**Provided entries:**
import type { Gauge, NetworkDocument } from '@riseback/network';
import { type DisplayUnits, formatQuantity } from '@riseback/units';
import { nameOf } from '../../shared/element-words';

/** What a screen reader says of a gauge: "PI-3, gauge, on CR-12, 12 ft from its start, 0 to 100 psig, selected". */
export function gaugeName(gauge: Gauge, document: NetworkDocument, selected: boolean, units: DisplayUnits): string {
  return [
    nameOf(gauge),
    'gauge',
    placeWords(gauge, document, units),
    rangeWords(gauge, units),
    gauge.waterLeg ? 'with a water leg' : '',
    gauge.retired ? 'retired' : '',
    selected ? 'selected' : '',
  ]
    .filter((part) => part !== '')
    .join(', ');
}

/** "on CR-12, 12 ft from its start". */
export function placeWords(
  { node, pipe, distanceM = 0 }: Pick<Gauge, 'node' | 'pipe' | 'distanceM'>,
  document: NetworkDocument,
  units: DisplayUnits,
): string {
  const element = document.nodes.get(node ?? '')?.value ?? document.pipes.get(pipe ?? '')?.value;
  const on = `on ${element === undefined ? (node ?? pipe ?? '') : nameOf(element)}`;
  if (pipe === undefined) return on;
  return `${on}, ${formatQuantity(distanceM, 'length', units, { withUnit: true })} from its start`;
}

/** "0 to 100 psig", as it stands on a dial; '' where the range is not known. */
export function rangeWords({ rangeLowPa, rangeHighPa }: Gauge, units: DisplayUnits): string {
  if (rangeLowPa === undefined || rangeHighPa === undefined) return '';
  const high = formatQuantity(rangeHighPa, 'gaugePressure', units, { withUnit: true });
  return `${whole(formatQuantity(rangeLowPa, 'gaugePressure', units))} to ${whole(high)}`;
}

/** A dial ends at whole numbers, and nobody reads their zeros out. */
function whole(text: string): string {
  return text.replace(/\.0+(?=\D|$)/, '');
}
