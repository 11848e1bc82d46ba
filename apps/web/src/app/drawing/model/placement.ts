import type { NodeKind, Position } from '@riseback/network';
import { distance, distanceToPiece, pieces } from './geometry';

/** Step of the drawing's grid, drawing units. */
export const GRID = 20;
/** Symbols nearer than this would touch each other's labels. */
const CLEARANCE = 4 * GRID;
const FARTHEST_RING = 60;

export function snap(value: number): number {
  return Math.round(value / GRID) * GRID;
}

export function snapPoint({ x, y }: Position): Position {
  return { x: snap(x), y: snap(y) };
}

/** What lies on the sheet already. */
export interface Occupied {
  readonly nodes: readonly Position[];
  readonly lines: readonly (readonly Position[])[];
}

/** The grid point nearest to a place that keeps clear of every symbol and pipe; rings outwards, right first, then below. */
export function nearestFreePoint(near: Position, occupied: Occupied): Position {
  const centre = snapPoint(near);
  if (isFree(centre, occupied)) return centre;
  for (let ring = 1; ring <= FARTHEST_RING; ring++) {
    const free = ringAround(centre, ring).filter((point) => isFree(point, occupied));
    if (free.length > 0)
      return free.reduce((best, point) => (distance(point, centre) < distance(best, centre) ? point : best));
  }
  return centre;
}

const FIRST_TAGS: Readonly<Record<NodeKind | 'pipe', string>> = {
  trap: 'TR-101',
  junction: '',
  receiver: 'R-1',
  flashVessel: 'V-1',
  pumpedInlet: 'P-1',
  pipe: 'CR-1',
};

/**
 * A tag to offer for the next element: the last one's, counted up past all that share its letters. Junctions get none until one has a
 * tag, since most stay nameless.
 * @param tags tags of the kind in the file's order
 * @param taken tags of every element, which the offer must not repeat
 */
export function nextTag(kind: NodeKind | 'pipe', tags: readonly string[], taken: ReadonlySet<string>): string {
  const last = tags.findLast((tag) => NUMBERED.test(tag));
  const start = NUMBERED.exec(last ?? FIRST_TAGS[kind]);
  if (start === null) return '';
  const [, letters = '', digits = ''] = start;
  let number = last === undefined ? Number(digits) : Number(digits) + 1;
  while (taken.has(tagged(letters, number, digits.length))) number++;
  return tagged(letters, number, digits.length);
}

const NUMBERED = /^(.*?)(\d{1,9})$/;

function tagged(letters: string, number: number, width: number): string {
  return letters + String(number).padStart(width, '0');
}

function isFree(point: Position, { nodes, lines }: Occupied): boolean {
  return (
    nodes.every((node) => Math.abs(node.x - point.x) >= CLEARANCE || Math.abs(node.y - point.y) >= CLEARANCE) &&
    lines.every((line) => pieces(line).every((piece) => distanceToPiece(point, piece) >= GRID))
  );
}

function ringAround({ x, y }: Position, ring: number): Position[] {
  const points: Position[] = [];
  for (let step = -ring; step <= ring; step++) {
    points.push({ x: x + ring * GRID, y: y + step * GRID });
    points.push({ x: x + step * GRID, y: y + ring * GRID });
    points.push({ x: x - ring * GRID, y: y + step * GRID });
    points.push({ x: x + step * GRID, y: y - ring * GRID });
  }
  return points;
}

**Problem:** Write out, word for word, all lines from the line that holds "ring: number): Position[]" through the last line of the listing, with both end lines kept.

**Answer box:**
function ringAround({ x, y }: Position, ring: number): Position[] {
  const points: Position[] = [];
  for (let step = -ring; step <= ring; step++) {
    points.push({ x: x + ring * GRID, y: y + step * GRID });
    points.push({ x: x + step * GRID, y: y + ring * GRID });
    points.push({ x: x - ring * GRID, y: y + step * GRID });
    points.push({ x: x + step * GRID, y: y - ring * GRID });
  }
  return points;
}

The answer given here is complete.